九 月 ①

九月三日

 H隊員が退職された。短い期間だったけれど、彼から多くのことを学んだ。巡回路の地図、各シフトの日程、無線通信の定型文。シャワールームの使い方もH隊員から教わった。退職されるのが残念でならない。

 退職理由は奥様のご病気だと聞いた。『週刊Y隊員』によれば、警備業に嫌気が差して辞めるらしい。H隊員の腹の内には、誰も知らない退職理由が無数にあるのだろう。組織や仲間への寛容は、小さな嫌気が積み重なって、前触れもなくへし折れる。

 以前、H隊員が「警備なんてペッパー君で十分だ」と冗談半分に言っていた。確かにそうだ。カードキーの貸与はロボットに、巡回はドローンにまかせれば良い。あと数年でAIに奪われる仕事なら、早めに転職するのが得策だ。けれど、ロボットにできない業務が一つだけある。挨拶だ。

 ロボットの挨拶は駅の自動アナウンスと同じだ。「白線の内側にお下がりください」に対して、誰が「心配してくれてありがとう」と思うだろう。おはようございます、いってらっしゃいませ、お疲れ様でした。出勤されるお客様の背中を押せるのは警備員だけ。退社されるお客様をねぎらうことができるのは、私たちだけ。すべてが機械化、効率化された世界では、心のある挨拶だけが、人に残された唯一の仕事かもしれない。


九月五日

 〇一時三四分 Y隊員が屋上で人影を視認。屋上に監視カメラは無い。窓拭き用ゴンドラのレールが環状に敷かれている。単独で不審者の捜索をすると見失うので、私が応援に駆り出された。二手に分かれ、挟み撃ちをするように捜索するが、確認できない。飛び降り自殺を想定し、私が先行して外周巡回する。負傷者、血痕、建物や施設の損壊はなかったので、Y隊員の誤認として処理した。

 屋上の人影とは、うす気味悪い話だ。昔は屋上を一般社員に解放していたが、現在は関係者以外立ち入り禁止である。南北の扉は物理キーでしか開閉できず、機械的な故障で開くことはない。日中働いていた作業員が取り残され、夕方に不審者として扱われた事例はあるらしい。

 Y隊員は「俺には霊感がある」と誇らしげだ。他の隊員たちは「幽霊だ」と面白おかしく話している。
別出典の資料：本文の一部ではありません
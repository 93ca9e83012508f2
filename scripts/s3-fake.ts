/**
 * The local stand-in for object storage: an S3-compatible server (s3rver) on 127.0.0.1,
 * for development and tests only. Run in the foreground with `tsx scripts/s3-fake.ts`;
 * scripts/services-start.sh backgrounds it and scripts/stop.sh ends it through the pid file.
 *
 * Settings (all optional):
 *   S3_PORT        port on 127.0.0.1 (4569)
 *   S3_BUCKET      bucket created on start (scarpline-documents)
 *   S3_DATA_DIR    where objects are kept (.data/s3)
 *   S3_PID_FILE    pid file (.data/s3-fake.pid)
 *
 * Idempotent: when the pid file names a live process and the port answers, it says so and
 * exits 0. A port held by some other program is reported, not waited on.
 * Prints `s3-fake ready ...` on stdout once the bucket exists and the server listens.
 */
import fs from "node:fs";
import path from "node:path";
import { DATA_ROOT, HOST, livePid, portAnswers, readPort, serviceLog } from "./lib/loopback-service";
import { createRequire } from "node:module";

// s3rver ships no type declarations; this is the part of its API used here.
interface S3rverOptions {
  address: string;
  port: number;
  directory: string;
  silent: boolean;
  vhostBuckets: boolean;
  configureBuckets: { name: string; configs: string[] }[];
}
interface S3rverInstance {
  run(): Promise<{ address: string; port: number }>;
  close(): Promise<void>;
}
type S3rverConstructor = new (options: S3rverOptions) => S3rverInstance;

const log = serviceLog("s3-fake");
const BUCKET_NAME = /^[a-z0-9][a-z0-9.-]{1,61}[a-z0-9]$/;

interface FakeSettings {
  port: number;
  bucket: string;
  directory: string;
  pidFile: string;
}

function readSettings(env: NodeJS.ProcessEnv = process.env): FakeSettings {
  const port = readPort(env, "S3_PORT", 4569);
  const bucket = env.S3_BUCKET ?? "scarpline-documents";
  if (!BUCKET_NAME.test(bucket))
    throw new Error(
      `S3_BUCKET must be a valid bucket name (3–63 lower-case letters, digits, '.' or '-'), got '${bucket}'`,
    );
  return {
    port,
    bucket,
    directory: path.resolve(env.S3_DATA_DIR ?? path.join(DATA_ROOT, "s3")),
    pidFile: path.resolve(env.S3_PID_FILE ?? path.join(DATA_ROOT, "s3-fake.pid")),
  };
}

async function main(): Promise<void> {
  const settings = readSettings();
  const running = livePid(settings.pidFile);
  const answering = await portAnswers(settings.port);
  if (running && answering) {
    log(`already running (pid ${running}) on http://${HOST}:${settings.port}`);
    console.log(`s3-fake ready on http://${HOST}:${settings.port} bucket=${settings.bucket}`);
    return;
  }
  if (answering)
    throw new Error(`port ${settings.port} on ${HOST} is held by another process; set S3_PORT to a free port`);
  if (running)
    throw new Error(
      `process ${running} from ${settings.pidFile} is alive but does not answer on port ${settings.port}; stop it first`,
    );
  fs.rmSync(settings.pidFile, { force: true });

  fs.mkdirSync(settings.directory, { recursive: true });
  fs.mkdirSync(path.dirname(settings.pidFile), { recursive: true });
  const S3rver = createRequire(__filename)("s3rver") as S3rverConstructor;
  const server = new S3rver({
    address: HOST,
    port: settings.port,
    directory: settings.directory,
    silent: true,
    // The app addresses buckets by path (forcePathStyle), never by sub-domain.
    vhostBuckets: false,
    // Created before the server listens, so "answers" also means "the bucket exists".
    configureBuckets: [{ name: settings.bucket, configs: [] }],
  });
  await server.run();
  fs.writeFileSync(settings.pidFile, `${process.pid}\n`);

  let stopping = false;
  const stop = async (signal: string) => {
    if (stopping) return;
    stopping = true;
    log(`${signal}: stopping`);
    // Another start may have replaced the pid file meanwhile; only remove our own.
    if (livePid(settings.pidFile) === process.pid) fs.rmSync(settings.pidFile, { force: true });
    await server.close().catch(() => undefined);
    process.exit(0);
  };
  process.on("SIGTERM", () => void stop("SIGTERM"));
  process.on("SIGINT", () => void stop("SIGINT"));

  log(`objects under ${settings.directory}`);
  console.log(`s3-fake ready on http://${HOST}:${settings.port} bucket=${settings.bucket}`);
}

main().catch((err: unknown) => {
  log(`error: ${err instanceof Error ? err.message : String(err)}`);
  process.exit(1);
});
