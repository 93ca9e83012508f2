/**
 * Benchmark of keeping a run: what the server adds to an ordinary save of the demo dam since it
 * runs the whole search itself (issue 12 item 1; target: under 0.3 s). The set-up is the one the
 * run form starts with (downstream face, steady seepage, the suggested grid, 50 slices, both
 * methods, refinement on). Prints figures only; the last line is `server_search_seconds=N`.
 * Database writes are not included: they were there before and do not change.
 */
import os from "node:os";
import { buildDemoSection } from "../db/seeds/demo-section";
import { suggestGrid } from "../lib/analysis/auto-grid";
import { directionForFace } from "../lib/analysis/face";
import { documentForRun, type RunSetup } from "../lib/analysis/run-setup";
import { comparePreview } from "../lib/runs/record/compare-preview";
import { searchResultSchema } from "../lib/runs/record/result-schema";
import { computeRunRecord } from "../lib/runs/record/run-record";
import { searchRecord } from "../lib/runs/record/search-record";
import { searchCircleCount } from "../lib/runs/record/limits";

const section = buildDemoSection();
const g = suggestGrid(section, directionForFace(section, "downstream"));
const setup: RunSetup = {
  condition: "steady-seepage",
  face: "downstream",
  methods: ["bishop", "fellenius"],
  slices: 50,
  ordinaryForm: "classical",
  grid: g.grid,
  radii: g.radii,
  refine: true,
  drawdownMethod: "effective",
  requiredFs: 1.5,
};

const median = (xs: number[]) => [...xs].sort((a, b) => a - b)[Math.floor(xs.length / 2)];

async function main() {
  const doc = documentForRun(section, setup);
  // The browser's preview, as the save request carries it.
  const browser = searchRecord(doc);
  if (!browser.ok) throw new Error(JSON.stringify(browser.errors));
  const preview = searchResultSchema.parse(JSON.parse(JSON.stringify(browser.result)));

  const inProcess: number[] = [];
  for (let i = 0; i < 7; i++) {
    const t0 = performance.now();
    searchRecord(doc);
    inProcess.push((performance.now() - t0) / 1000);
  }
  const server: number[] = [];
  let mode = "";
  let status = "";
  for (let i = 0; i < 7; i++) {
    const t0 = performance.now();
    const record = await computeRunRecord(section, setup, (s) => comparePreview(s, preview));
    server.push((performance.now() - t0) / 1000);
    mode = record.mode;
    status = record.result.previewCheck.status;
  }
  console.log(`machine: ${os.cpus()[0]?.model ?? "unknown"}, ${os.cpus().length} cores (shared)`);
  const circles = searchCircleCount(setup.grid, setup.radii);
  const tried = browser.result.circles.tried;
  console.log(`demo save: ${circles} grid circles (${tried} with refinement), ${setup.slices} slices, both methods`);
  console.log(`search + critical-circle reports in this process: median ${median(inProcess).toFixed(3)} s`);
  console.log(
    `server's part of a save (${mode}, validation, search, comparison): median ${median(server).toFixed(3)} s`,
  );
  console.log(`first save after the server starts (its search thread still cold): ${server[0].toFixed(3)} s`);
  console.log(`all server runs: ${server.map((s) => s.toFixed(3)).join(" ")} s`);
  console.log(`preview compared with the server's search: ${status}`);
  console.log(`server_search_seconds=${median(server).toFixed(3)}`);
}

main().catch((err) => {
  console.error(err);
  process.exitCode = 1;
});
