#!/usr/bin/env bash
# Starts the local stand-ins the app talks to in development (beyond MariaDB):
# the S3-compatible fake that keeps uploaded documents (scripts/s3-fake.ts) and the SMTP
# fake that catches the app's e-mail notices (scripts/smtp-fake.ts, listed on /admin/mail).
# Idempotent: a fake that is already running is left alone.
set -euo pipefail
. "$(dirname "$0")/lib/common.sh"
load_env
cd "$ROOT"
mkdir -p "$DATA_ROOT"

answers() { (exec 3<>"/dev/tcp/127.0.0.1/$1") 2>/dev/null; }

# start_fake NAME PORT SCRIPT DESCRIPTION [VAR=value ...]: the fake writes its pid file once it
# listens, so "pid file present and port answering" means ready.
start_fake() {
  local name="$1" port="$2" script="$3" what="$4"; shift 4
  local pid_file="$DATA_ROOT/$name-fake.pid" log_file="$DATA_ROOT/$name-fake.log"
  if [ -f "$pid_file" ] && kill -0 "$(cat "$pid_file")" 2>/dev/null && answers "$port"; then
    log "$name fake already running on 127.0.0.1:$port"
    return
  fi
  if [ -f "$pid_file" ] && ! kill -0 "$(cat "$pid_file")" 2>/dev/null; then rm -f "$pid_file"; fi
  log "starting the $name fake on 127.0.0.1:$port ($what)"
  # node --import tsx keeps one process, so the pid file names the server itself.
  env "$@" nohup node --import tsx "$script" >>"$log_file" 2>&1 &
  local starter=$!
  for _ in $(seq 1 40); do
    [ -f "$pid_file" ] && answers "$port" && break
    kill -0 "$starter" 2>/dev/null || break
    sleep 0.25
  done
  [ -f "$pid_file" ] && answers "$port" || { tail -5 "$log_file" >&2; die "the $name fake did not start within 10 s; see $log_file"; }
}

S3_PORT="${S3_PORT:-4569}"
start_fake s3 "$S3_PORT" scripts/s3-fake.ts "bucket ${S3_BUCKET:-scarpline-documents}" \
  S3_PORT="$S3_PORT" S3_PID_FILE="$DATA_ROOT/s3-fake.pid"

SMTP_PORT="${SMTP_PORT:-2525}"
SMTP_MAIL_DIR="${SMTP_MAIL_DIR:-$DATA_ROOT/mail}"
start_fake smtp "$SMTP_PORT" scripts/smtp-fake.ts "mail kept under $SMTP_MAIL_DIR" \
  SMTP_PORT="$SMTP_PORT" SMTP_PID_FILE="$DATA_ROOT/smtp-fake.pid" SMTP_MAIL_DIR="$SMTP_MAIL_DIR"
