#!/usr/bin/env bash
# Starts one more queue worker in the background (npm run worker), logging to .data/worker-<pid>.log.
# On another host: set DATABASE_* and REDIS_* to the shared MariaDB and Redis, then run this.
set -euo pipefail
. "$(dirname "$0")/lib/common.sh"
cd "$ROOT"
mkdir -p "$DATA_ROOT"
node scripts/build-engine.mjs >/dev/null || die "bundling the queue worker failed"
log_file="$DATA_ROOT/worker-starting-$$.log"
# nohup execs node, so $! is the worker itself.
nohup node .engine/worker.mjs >>"$log_file" 2>&1 &
starter=$!
for _ in $(seq 1 80); do
  grep -q " ready on " "$log_file" 2>/dev/null && break
  kill -0 "$starter" 2>/dev/null || break
  sleep 0.25
done
if ! grep -q " ready on " "$log_file" 2>/dev/null; then
  tail -5 "$log_file" >&2
  die "the queue worker did not start; see $log_file"
fi
echo "$starter" >"$DATA_ROOT/worker-$starter.pid"
mv -f "$log_file" "$DATA_ROOT/worker-$starter.log"
log "queue worker $starter ready (log: $DATA_ROOT/worker-$starter.log)"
午前一時に休憩時間を潰された身にもなってほしい。


九月八日

 向かいの『○○シティビル』で火災発生。消防、救急車両が駆けつけるが、ボヤ騒ぎで終わった。この件で、小火ボヤでも消防車を呼ぶ必要があることを知った。消防法第二四条に「火災を発見したものは遅滞なく通報しなければならない」とある。自分ひとりで消火できたとしても、通報の義務がある。火災が発生した原因を検証する必要があるからだ。放火かもしれないし、機械故障による発火かもしれない。

 正直に話すと、私は向かいの火事を他人事のように感じていた。表の騒ぎが現実とは思えなかった。同じような感覚を味わったことがある。妻の交通事故を知ったときだ。私はパニックに陥ると、硬直してしまうようだ。もう少ししっかりしていれば、妻の死に目に会えたかもしれない。手を握って励ませば、妻は気力を取り戻して助かったかもしれない。
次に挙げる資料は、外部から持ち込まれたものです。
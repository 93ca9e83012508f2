#!/usr/bin/env node
/**
 * Bundles the stability engine and the design sweep into one ES module that server worker
 * threads load: .engine/sweep-worker.mjs (git-ignored). Run by `npm run build:engine`, by the
 * "prebuild" script, and by the sweep route itself when the file is missing.
 * Plain JavaScript so it runs with node alone, without tsx.
 */
import { build } from "esbuild";
import path from "node:path";
import { fileURLToPath } from "node:url";

const root = path.resolve(path.dirname(fileURLToPath(import.meta.url)), "..");
const outfile = path.join(root, ".engine", "sweep-worker.mjs");

const started = Date.now();
await build({
  entryPoints: [path.join(root, "lib/design/sweep-thread-entry.ts")],
  outfile,
  bundle: true,
  platform: "node",
  format: "esm",
  target: "node20",
  tsconfig: path.join(root, "tsconfig.json"),
  logLevel: "warning",
  legalComments: "none",
});
console.log(`build-engine: wrote ${path.relative(root, outfile)} in ${Date.now() - started} ms`);
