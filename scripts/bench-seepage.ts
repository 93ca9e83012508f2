/**
 * Benchmark of the seepage solver (npm run bench:seepage): an invented zoned dam like the demo's
 * (clay core, gravel shells, toe drain, pervious foundation over rock) meshed to about 5,000 nodes
 * and solved with its free-surface rounds. Prints the mesh, the rounds and the time of each run;
 * the last line is `seepage_ms=N`, the median wall-clock time of the timed runs (the CPU time is
 * printed above it). Figures only, no pass or fail.
 */
import { runSeepage } from "../lib/seepage";

const DAM = {
  materials: [
    { id: "core", model: "mohr-coulomb", gamma: 19, gammaSat: 20, c: 10, phi: 25, k: 1e-9, kRatio: 0.25 },
    { id: "shell", model: "mohr-coulomb", gamma: 20, gammaSat: 21, c: 0, phi: 36, k: 1e-5 },
    { id: "foundation", model: "mohr-coulomb", gamma: 18, gammaSat: 19, c: 4, phi: 28, k: 1e-7, kRatio: 0.5 },
    { id: "drain", model: "mohr-coulomb", gamma: 20, gammaSat: 21, c: 0, phi: 38, k: 1e-3 },
    { id: "rock", model: "impenetrable", gamma: 23 },
  ],
  regions: [
    {
      material: "rock",
      points: [
        [0, -4],
        [120, -4],
        [120, 0],
        [0, 0],
      ],
    },
    {
      material: "foundation",
      points: [
        [0, 0],
        [120, 0],
        [120, 6],
        [98, 6],
        [84, 6],
        [64, 6],
        [48, 6],
        [20, 6],
        [0, 6],
      ],
    },
    {
      material: "shell",
      points: [
        [20, 6],
        [48, 6],
        [56, 24],
        [54, 24],
      ],
    },
    {
      material: "core",
      points: [
        [48, 6],
        [64, 6],
        [60, 24],
        [56, 24],
      ],
    },
    {
      material: "shell",
      points: [
        [64, 6],
        [84, 6],
        [84, 7],
        [96, 7],
        [62, 24],
        [60, 24],
      ],
    },
    {
      material: "drain",
      points: [
        [84, 6],
        [98, 6],
        [96, 7],
        [84, 7],
      ],
    },
  ],
  seepage: {
    pools: [
      { side: "left", level: 21 },
      { side: "right", level: 6 },
    ],
    meshSize: 0.62,
  },
};

const RUNS = 5;

function once(): { ms: number; cpu: number; nodes: number; elements: number; rounds: number; cg: number; q: number } {
  const c0 = process.cpuUsage();
  const t0 = performance.now();
  const r = runSeepage(DAM);
  const ms = performance.now() - t0;
  const c = process.cpuUsage(c0);
  if (!r.ok) throw new Error(`the benchmark section is invalid: ${JSON.stringify(r.errors)}`);
  const s = r.solution;
  return {
    ms,
    // CPU time of this process: on a shared machine it shows the work apart from the waiting.
    cpu: (c.user + c.system) / 1000,
    nodes: s.mesh.nodes,
    elements: s.mesh.elements,
    rounds: s.iterations.freeSurface,
    cg: s.iterations.solver,
    q: s.q,
  };
}

once(); // warm-up: the first run also compiles
const times: number[] = [];
const cpus: number[] = [];
let last = once();
for (let i = 0; i < RUNS; i++) {
  last = once();
  times.push(last.ms);
  cpus.push(last.cpu);
  console.log(`run ${i + 1}: ${last.ms.toFixed(1)} ms wall, ${last.cpu.toFixed(1)} ms cpu`);
}
const median = (v: number[]) => [...v].sort((a, b) => a - b)[Math.floor(v.length / 2)];
console.log(`nodes=${last.nodes} elements=${last.elements}`);
console.log(`free_surface_rounds=${last.rounds} cg_iterations=${last.cg}`);
console.log(`q=${last.q.toExponential(4)} m3/s per m`);
console.log(`cpu_ms=${Math.round(median(cpus))}`);
console.log(`seepage_ms=${Math.round(median(times))}`);
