import { NextResponse } from "next/server";
import { z } from "zod";
import { apiRoute, parseId, parseJson } from "@/lib/api/handler";
import { ApiError, notFound } from "@/lib/api/errors";
import { requireUser } from "@/lib/auth/session";
import { requireProjectAccess } from "@/lib/projects/access";
import { findWaterCondition } from "@/lib/sections/water-conditions";
import { seepageSettingsInputSchema } from "@/lib/section-seepage/types";
import { checkDrains } from "@/lib/section-seepage/check-drains";
import { fetchSection, fetchSectionVersion } from "@/db/queries/sections";
import { fetchSeepageSettings, saveSeepageSettings } from "@/db/queries/section-seepage";
import type { SectionDocument } from "@/lib/stability";

type Ctx = { params: Promise<{ projectId: string; sectionId: string; conditionId: string }> };

const bodySchema = z.object({ settings: seepageSettingsInputSchema });

async function load(params: Ctx["params"], permission: "project.view" | "section.edit") {
  const user = await requireUser();
  const p = await params;
  const projectId = parseId(p.projectId, "The project");
  const sectionId = parseId(p.sectionId, "The section");
  await requireProjectAccess(user, projectId, permission);
  const section = await fetchSection(projectId, sectionId);
  if (!section) throw notFound("The section");
  const current = await fetchSectionVersion(sectionId, section.currentVersion);
  const document = current!.document as SectionDocument;
  const condition = findWaterCondition(document, p.conditionId);
  if (!condition) throw notFound(`The water condition '${p.conditionId}'`);
  return { user, sectionId, document, condition };
}

export const GET = apiRoute(async (_request: Request, { params }: Ctx) => {
  const { sectionId, condition } = await load(params, "project.view");
  return NextResponse.json({ settings: await fetchSeepageSettings(sectionId, condition.id) });
});

/** Saves the drains and settings of the seepage view; a drain outside pervious material saves nothing. */
export const PUT = apiRoute(async (request: Request, { params }: Ctx) => {
  const { user, sectionId, document, condition } = await load(params, "section.edit");
  const { settings } = await parseJson(request, bodySchema);
  const fields = checkDrains(document, settings);
  const count = Object.keys(fields).length;
  if (count > 0)
    throw new ApiError(
      400,
      "invalid_seepage_settings",
      `${count} drain point${count === 1 ? "" : "s"} outside pervious material; nothing was saved.`,
      fields,
    );
  await saveSeepageSettings({ sectionId, waterConditionId: condition.id, settings, userId: user.id });
  return NextResponse.json({ settings });
});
 仕事に慣れてきて、緊張感を失ってきた。現在行われている週末の防災訓練を、形式的なものではなく、実戦的なものにしてほしい。緊急事態で冷静さを保つには、訓練を重ねる他ない。強くなりたい。一人前の施設警備員になりたい。私はこの仕事に誇りを感じている。


九月十三日

 スケートボード、男性、二〇代、三人が敷地内の階段でジャンプなどする。一人で不審者対応をするのは今回が始めてだが、口頭注意で問題なく退去してもらった。口頭注意と言っても「すみません、ここは私有地です」とかなりソフトだ。話し合ってみれば普通の若者で、「すみません」と頭を下げて北方面へ退去した。謝るぐらいなら私有地でスケボーするなと言いたいが、自由にスケボーをできる場所が無いことも問題なのだろう。
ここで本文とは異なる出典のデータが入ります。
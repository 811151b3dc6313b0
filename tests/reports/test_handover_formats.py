"""The handover in text, Markdown and HTML: contents, 80 columns, escaping of hostile text, print CSS."""
from __future__ import annotations

import json
import re
import subprocess
import sys
from html.parser import HTMLParser
from xml.etree import ElementTree

import pytest

from ledger.reports import render
from ledger.reports.chart import svg
from ledger.services import handover
from ledger.services.timefmt import iso

HOSTILE = "<script>alert(1)</script> ]]> [red]x[/] | *b* # h"   # what plan #8's note holds (tests/conftest.py)
RAW_HOSTILE = "\x1b[31mred\x1b[0m\u202e<img src=x onerror=alert(2)>\x07 ]]> & [bold]y[/bold]"
VOID = {"meta", "br", "hr", "img", "input", "link", "col", "wbr"}


@pytest.fixture
def report(two_shifts):
    return handover.assemble(two_shifts.ledger, from_name="Bo", to_name="Cy")


@pytest.fixture
def hostile_report(report):
    """Text that never passed input cleaning (a damaged or edited file): renderers must cope on their own."""
    report = json.loads(json.dumps(report))
    report["burns"][0]["note"] = RAW_HOSTILE
    report["from"] = "Bo <b>\x1b]0;title\x07"
    report["craft"] = "GEO-TEST <i>" + "\u202e"
    report["warnings"].append("warn " + RAW_HOSTILE)
    report["state"]["engines"][0]["id"] = "E" * 120   # too wide for any 80-column table
    report["state"]["tanks"][0]["fluid"] = "MON|3 `x`"  # a pipe inside a table cell
    return report


def one_line(text: str) -> str:
    return re.sub(r"\s+", " ", text)


class Parsed(HTMLParser):
    """Tags, attributes and text of an HTML page, with a check that our own elements nest properly."""

    def __init__(self, page: str):
        super().__init__(convert_charrefs=True)
        self.tags, self.attrs, self.data, self.stack, self.problems = [], [], [], [], []
        self.in_svg = 0
        self.feed(page)
        self.close()

    def handle_starttag(self, tag, attrs):
        self.tags.append(tag)
        self.attrs += attrs
        if tag == "svg":
            self.in_svg += 1
        if tag not in VOID and not self.in_svg:
            self.stack.append(tag)

    def handle_startendtag(self, tag, attrs):
        self.tags.append(tag)
        self.attrs += attrs

    def handle_endtag(self, tag):
        if tag == "svg":
            self.in_svg -= 1
            return
        if self.in_svg:
            return
        if not self.stack or self.stack.pop() != tag:
            self.problems.append(tag)

    def handle_data(self, data):
        self.data.append(data)

    @property
    def text(self) -> str:
        return "".join(self.data)


def test_text_contents(report, two_shifts):
    text = render(report, "text")
    flat = one_line(text)
    assert "Outgoing: Bo" in flat and "Incoming: Cy" in flat
    assert iso(two_shifts.t1)[:16].replace("T", " ") in flat       # window start
    assert re.search(r"#6 +\S+ \S+ +thr +- +- +0\.500", text)          # the late burn's row
    assert "#6: LOGGED LATE (recorded" in flat
    assert re.search(r"#5 .* #3 +1\.800 +0\.700 +0\.3888 +0\.527", text)  # planned against achieved
    assert "#1: corrected by #7" in flat
    assert "thr at 45.60 m/s/yr" in flat and "runs out" in flat and "thr dv free m/s:" in flat
    assert re.search(r"#4 .* lae +20\.000 +- +feasible", text)
    assert "after 1 other pending plan(s)" in flat
    assert "Hash chain: intact" in flat and report["integrity"]["head_hash"] in flat
    assert report["caution"] in flat
    assert HOSTILE in flat                                           # plain text: shown as typed
    assert "not recorded (preview)" in flat


def test_text_fits_80_columns_even_with_long_and_hostile_text(report, hostile_report):
    for r in (report, hostile_report):
        lines = render(r, "text").splitlines()
        assert max(len(line) for line in lines) <= 80
    text = render(hostile_report, "text")
    assert "\x1b" not in text and "\x07" not in text and "\u202e" not in text
    assert "E" * 60 in text                                          # the long id is wrapped, not cut


def test_markdown_contents_and_escaping(report, hostile_report):
    md = render(report, "md")
    assert md.startswith("# Shift handover: GEO-TEST")
    assert "> **Caution:** " + report["caution"] in md
    assert "| id | at UTC | engine | plan | plan m/s | done m/s | ratio | kg |" in md
    assert "&lt;script&gt;alert(1)&lt;/script&gt;" in md and "<script>" not in md
    assert r"\[red\]x\[/\]" in md and r"\*b\*" in md
    bad = render(hostile_report, "md")
    (row,) = [line for line in bad.splitlines() if line.startswith("| ox |")]
    (header,) = [line for line in bad.splitlines() if line.startswith("| tank |")]
    # As many cells as the header (which may carry a low-bound column): the pipe in the fluid is escaped.
    assert len(re.findall(r"(?<!\\)\|", row)) == header.count("|")
    assert r"MON\|3 \`x\`" in row
    assert "\x1b" not in bad and "\u202e" not in bad and "<img" not in bad and "<b>" not in bad
    assert "&lt;img src=x onerror=alert(2)&gt;" in bad


def test_html_is_one_inert_self_contained_page(hostile_report, report):
    for r in (report, hostile_report):
        page = render(r, "html")
        doc = Parsed(page)
        assert doc.problems == [] and doc.stack == []                 # our elements all close in order
        assert "script" not in doc.tags and "img" not in doc.tags and "b" not in doc.tags and "i" not in doc.tags
        assert not [a for a, _ in doc.attrs if a.lower().startswith("on")]
        assert not [v for a, v in doc.attrs if a in ("src", "href") and v and not v.startswith("#")]
        assert "<link" not in page and "@import" not in page
        assert all(ref.startswith("#") for ref in re.findall(r"url\(([^)]*)\)", page))  # only the SVG's own clips
        assert page.count("<svg") == 1                                # the chart is inline
        assert r["caution"] in one_line(doc.text)
    doc = Parsed(render(hostile_report, "html"))
    assert "<img src=x onerror=alert(2)> ]]> & [bold]y[/bold]" in doc.text   # shown, as characters
    assert "\x1b" not in doc.text and "\x07" not in doc.text and "\u202e" not in doc.text
    assert HOSTILE in Parsed(render(report, "html")).text


def test_html_prints_on_a4(report):
    page = render(report, "html")
    style = page[page.index("<style>"):page.index("</style>")]
    assert "@page { size: A4;" in style and "@media print" in style
    assert "break-inside: avoid" in style


def test_optional_sections_in_every_format(two_shifts, optional_sections):
    r = handover.assemble(two_shifts.ledger, from_name="Bo", to_name="Cy")
    for fmt in ("text", "md", "html"):
        out = render(r, fmt)
        flat = one_line(Parsed(out).text if fmt == "html" else out)
        for expected in ("usable low kg", "dv free low m/s", "approved", "marginal", "probability 0.9700",
                         "Gauging against bookkeeping", "method PVT; gauged kg 210.5; difference kg -0.25",
                         "low bound at 99% confidence", "Low bounds at 99% confidence"):
            assert expected in flat, (fmt, expected)
        if fmt == "text":
            assert max(len(line) for line in out.splitlines()) <= 80


def test_recorded_handover_names_its_entry_and_backup_in_every_format(two_shifts, fake_backup):
    r = handover.record(two_shifts.ledger, handover.assemble(two_shifts.ledger, from_name="Bo", to_name="Cy"))
    for fmt in ("text", "md", "html"):
        flat = one_line(render(r, fmt))
        assert f"entry #9 (hash {r['record']['hash'][:16]})" in flat
        # Text breaks a long path across lines to stay within 80 columns; Markdown escapes its underscores.
        assert two_shifts.ledger.path + ".backup-test" in re.sub(r"\s|\\", "", render(r, fmt))


def test_chart_svg_is_well_formed_and_escapes_names():
    name = "<b>x</b>]]>&"
    series = {name: {"history_t": [0.0, 3.15e7], "history_dv": [100.0, 54.4],
                     "projection_t": [3.15e7, 9.0e7], "projection_dv": [54.4, 0.0],
                     "low_t": [3.15e7, 8.0e7], "low_dv": [48.0, 0.0]}}
    drawing = svg(series)
    root = ElementTree.fromstring(drawing)
    assert root.tag.endswith("svg") and "width" not in root.attrib and "viewBox" in root.attrib
    texts = ["".join(t.itertext()) for t in root.iter() if t.tag.endswith("text")]
    assert f"{name}: recorded" in texts and f"{name}: projection from the low bound" in texts
    assert "<b>" not in drawing
    assert svg({}) is None


def test_text_and_markdown_do_not_load_matplotlib(report, tmp_path):
    path = tmp_path / "report.json"
    path.write_text(json.dumps(report), encoding="utf-8")
    code = ("import json, sys; from ledger.reports import render; r = json.load(open(sys.argv[1])); "
            "render(r, 'text'); render(r, 'md'); print('matplotlib' in sys.modules)")
    out = subprocess.run([sys.executable, "-c", code, str(path)], capture_output=True, text=True, check=True)
    assert out.stdout.strip() == "False"


def test_chart_axis_stops_at_a_horizon_and_names_dates_beyond():
    """Issue 11 point 5: a run-out centuries away (a small routine rate) squashed the whole history into the
    left edge. The axis now ends at the later of 2 x the soonest nominal run-out span and 30 years; later
    dates are named at the right edge. Times in POSIX seconds; one Julian year = 365.25 d (IAU)."""
    from ledger.reports.chart import horizon  # noqa: PLC0415

    year = 365.25 * 86400.0
    now = 2.0 * year
    series = {"nsk": {"history_t": [0.0, now], "history_dv": [400.0, 300.0],
                      "projection_t": [now, now + 6 * year], "projection_dv": [300.0, 0.0]},
              "ewk": {"history_t": [0.0, now], "history_dv": [60.0, 50.0],
                      "projection_t": [now, now + 400 * year], "projection_dv": [50.0, 0.0]}}
    t0, t1 = horizon(series)
    assert t0 == 0.0 and t1 == now + 30 * year  # 2 x 6 years < 30 years
    root = ElementTree.fromstring(svg(series))
    texts = ["".join(t.itertext()) for t in root.iter() if t.tag.endswith("text")]
    assert any(t.startswith("ewk runs out 2372-") for t in texts)  # 1970 + 402 years, past the axis
    assert not any(t.startswith("nsk runs out") for t in texts)
    long = dict(series, nsk=dict(series["nsk"], projection_t=[now, now + 20 * year]))
    assert horizon(long)[1] == now + 40 * year  # 2 x 20 years > 30 years
    alone = {"ewk": series["ewk"]}  # only the far run-out: the axis stops at 60 years and names the date
    assert horizon(alone)[1] == now + 60 * year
 不審者とは『間合い』をとる。間合いとは「犯人と向かい合ったとき、相手の攻撃が届かぬ位置。相手の隙に乗じて、いつでも制圧できる位置」と教本に書いてある。武術の心得などない、ましてや喧嘩もしたことのない私にとって、間合いはゲームやマンガの世界でしか見聞きしない言葉で、現実味がない。具体的には、昼間は歩幅で三歩、夜間は六歩とれば良い。大切なのは相手を刺激せず、警備員は毅然とした態度を崩さず、話し合いで解決することだ。


九月十五日

 監視カメラのチェックについて。日曜日、余裕のある時間帯にB勤が行う。モニターのメニューから、『録画チェック』をクリックする。日時再生で半年前まで戻し、八八台の監視カメラが正常に録画できているか確認する。チェック後はビル管理に報告書を提出する。

 監視カメラを八八台も設置しているが、屋上やトイレ内はもちろんのこと、宿直室前、D区画、階段、そして地下五階はカメラの死角が多い。報告書を提出したついでに、ビル管理Aさんにカメラの死角が多い気がする、と話したところ、苦笑いをしていた。監視カメラを増設する権限はあっても、予算がないらしい。Aさんから「死角には注意してね」と助言をいただいた。

 モニターに映らない場所で事件、事故が起こる可能性は高い。監視されてない場所だからこそ重要で、気を抜いてはならない。巡回時は特に注視する必要がある。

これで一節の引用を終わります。